This is the flavor of anxiety we saw tonight in our 4 year old.
We are going on a family vacation to Cape Cod in June. I brought it up at bedtime tonight to my daughter and said how excited I was. She lit up when I mentioned it but that light quickly faded. You could see the wheels start turning in her head. The wheels that you DON’T always want to turn for an innocent little girl. Her brows became furrowed. She started to stutter and ask questions.
“What if there are crabs?”
“What if the crabs come up on the sand and pinch me?”
“What does it feel like if you get pinched, can you show me on my hand?”
“What if Madeleine eats sand?! Can you not put her in the sand so she doesn’t eat it”
“What if the room I sleep in is dark?”
“I want to bring my stuffies to the beach but what if they get sand on them?!”
“Can you bring something to keep Maddie in so that she doesn’t touch the sand?”
“What if the beach has big waves? I don’t want to go in the water. Will there be big waves?”
The panicked, anxious, racing thoughts went on and on with repeated questions even after our best efforts to acknowledge and reassure.
It breaks my heart to hear such worries from a little girl that should be way more focused on her excitement for a vacation. I get that kids anticipate what things might be like in the future but the level she goes to is an upsetting one. And that is only the beginning of the challenges having an anxiety disorder has brought our Eleanor. It has been a really long road with many doctors, psychologists, evaluations and not to mention the struggle Ryan and I have had both collectively and individually. We’ve slowly started to get answers (there are sensory processing components as well) and see more clearly what makes her tick and as heartbreaking as it is to see your child struggle, these answers will hopefully also bring to light possible tools for coping and also open doors for finding the right supports. We’ve been lucky she qualified for services through CDS (Child Development Services) very early on and having that support was immeasurable (Teresa <3). That led us to her current school where I believe she is in the best place she could be.

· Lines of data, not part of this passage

import { useState } from 'react';
import { Pressable, StyleSheet, View } from 'react-native';

import { Announcement } from '@/components/ui/announcement';
import { darken } from '@/components/ui/darken';
import { Icon } from '@/components/ui/icon';
import { MatGrid } from '@/components/ui/mat-grid';
import { RulerBar } from '@/components/ui/ruler-bar';
import { deviceName, Spoken } from '@/components/ui/spoken';
import { TallyNumber } from '@/components/ui/tally-number';
import { TallyTop } from '@/components/ui/tally-top';
import { border, radius, useTheme } from '@/components/ui/theme';
import { Txt } from '@/components/ui/txt';
import { font } from '@/components/ui/type';
import { useZonePress } from '@/components/ui/use-zone-press';
import { pressable } from '@/components/ui/web-only';
import type { Station } from '@/shared/model/codes';

export interface TallyZoneProps {
  station: Station;
  shown: number;
  target: number;
  perTap: number;
  /** "of 100 pieces cut" */
  caption: string;
  /** "Enough on hand for 7 more" */
  note?: string | undefined;
  /** everything is counted: the zone turns to its tint, with a check */
  full?: boolean | undefined;
  locked?: boolean | undefined;
  /** "40 of 100 pieces cut. Tap adds 5." */
  label: string;
  /** a press that was let go; always after `onPressIn` */
  onTap: () => void;
  onLongPress: () => void;
  onUnlock?: (() => void) | undefined;
  onPressIn?: (() => void) | undefined;
  onPressOut?: (() => void) | undefined;
  ruler: { tick: number; longTick?: number };
  minHeight?: number | undefined;
  testID?: string | undefined;
}

/** The big place to hit: the whole zone is one button, and nothing inside can be tapped alone. */
export function TallyZone(props: TallyZoneProps) {
  const { station, shown, target, caption, full = false, locked = false, testID = 'tally' } = props;
  const dye = useTheme().station(station);
  const [box, setBox] = useState({ width: 0, height: 0 });
  const name = locked ? 'Locked. Hold to unlock' : props.label;
  const quiet = full || locked; // words on a half transparent zone would be too faint to read
  const fill = quiet ? dye.tint : dye.fill;
  const ink = quiet ? dye.ink : dye.onFill;
  return (
    <View style={styles.place}>
      <Pressable
        {...pressable}
        {...useZonePress(props, locked, box)}
        role="button"
        {...deviceName(name)}
        testID={testID}
        onLayout={({ nativeEvent: { layout } }) => setBox(layout)}
        style={({ pressed }) => [
          styles.zone,
          { minHeight: props.minHeight ?? 0, borderColor: dye.ink },
          { backgroundColor: pressed && !locked ? darken(fill) : fill },
        ]}
      >
        <Spoken>{name}</Spoken>
        <MatGrid color={ink} />
        <TallyTop {...props} full={quiet} locked={locked} />
        <View style={styles.middle} aria-hidden>
          <TallyNumber value={shown} color={ink} width={box.width} height={box.height} />
          <View style={styles.caption}>
            {full && <Icon name="check" size={26} color={ink} stroke={3} />}
            <Txt color={ink} align="center" style={styles.of}>
              {caption}
            </Txt>
          </View>
          {props.note ? (
            <Txt color={ink} align="center" style={styles.note}>
              {props.note}
            </Txt>
          ) : null}
        </View>
        <View style={styles.ruler}>
          <RulerBar
            value={shown}
            of={target}
            {...props.ruler}
            station={station}
            onFill={!quiet}
            silent
          />
        </View>
      </Pressable>
      <Announcement text={`${shown} ${caption}`} />
    </View>
  );
}

const styles = StyleSheet.create({
  place: { flexGrow: 1 },
  zone: {
    flexGrow: 1,
    borderRadius: radius.tally,
    borderWidth: border.zone,
    overflow: 'hidden',
    userSelect: 'none',
  },
  middle: { flexGrow: 1, justifyContent: 'center', paddingHorizontal: 12, paddingVertical: 6 },
  caption: { flexDirection: 'row', justifyContent: 'center', alignItems: 'center', gap: 8 },
  of: { fontFamily: font.strong, fontSize: 23, lineHeight: 28 },
  note: { fontFamily: font.strong, marginTop: 2 },
  ruler: { paddingHorizontal: 20, paddingBottom: 14 },
});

I think people hear the word “anxiety” or the term “anxiety disorder” and it’s largely misunderstood by those that have no true experience with it. Having anxious moments is a part of life. Feeling anxiety is a normal human feeling and response. An anxiety disorder though is a mental health disorder that is characterized by excessive feelings of worry, anxiety, or fear that interfere with someone’s every-day life. There are stretches in time where every single day is a complete struggle. Eleanor comes by it honestly; I was diagnosed with GAD (Generalized Anxiety Disorder) at 16 and it has completely affected my every-day life, sometimes in debilitating ways. I even have intense anxiety about writing and sharing a blog post like this. So Eleanor comes by it honestly, unfortunately. In kids it can present in many different ways. Tonight for example was showing in a very obvious fear or worry-based way. But often times it presents with extreme meltdowns and explosive tantrums because she struggles to understand or regulate big feelings she has inside and can’t quite verbalize what’s troubling her. There was a 2 year period where every single time we had to leave the house and put her in the car that it would take 20-30 minutes of screaming, biting, kicking, spitting, and hyperventilating to get her in the car. Two years!! Almost every transition from a bday party or family gathering ended the same as well. We began to dread going anywhere and felt alienated from other families that didn’t understand what it was like. We will have a conversation with another parent and we would mention that we were having a really hard time with Eleanor and tantrums. The common and understandable response is “oh yea, she’s 2 or 3! We have tantrums at our house.” But if we pushed a little we quickly realized Eleanor’s went to a very extreme level of upset and she had multiple huge meltdowns a day leaving us raw and numb.
What gets us through is those moments of just seeing Eleanor. Without the anxiety. Without the dysregulation. Her personality is electric and she’ll either blow you away with how intellectual she is or have you in stitches with her shows and facial expressions. I’ve truly never met anyone like her and my goal is to help the truest Eleanor blossom while learning to cope with whatever challenges she might have or face.
I could write a 10 page post about all the intense, grueling details of the last four years with Eleanor but I’d rather not broadcast everything to the world. In summary, it has been the hardest four years of my life and taken a toll that has forever changed both myself and Ryan. We still don’t feel like we have all the answers and other diagnoses could be in her future. But what I do know is that we are truly grateful for the family support that we have, the psychologist that has let us cry and vent for years, the support from CDS, the school that has helped her grow in leaps and bounds and as self-centered as it may sound, for the fact that she has parents that care and have tirelessly worked to do whatever it takes to help her cope and also blossom into the beautiful person she is.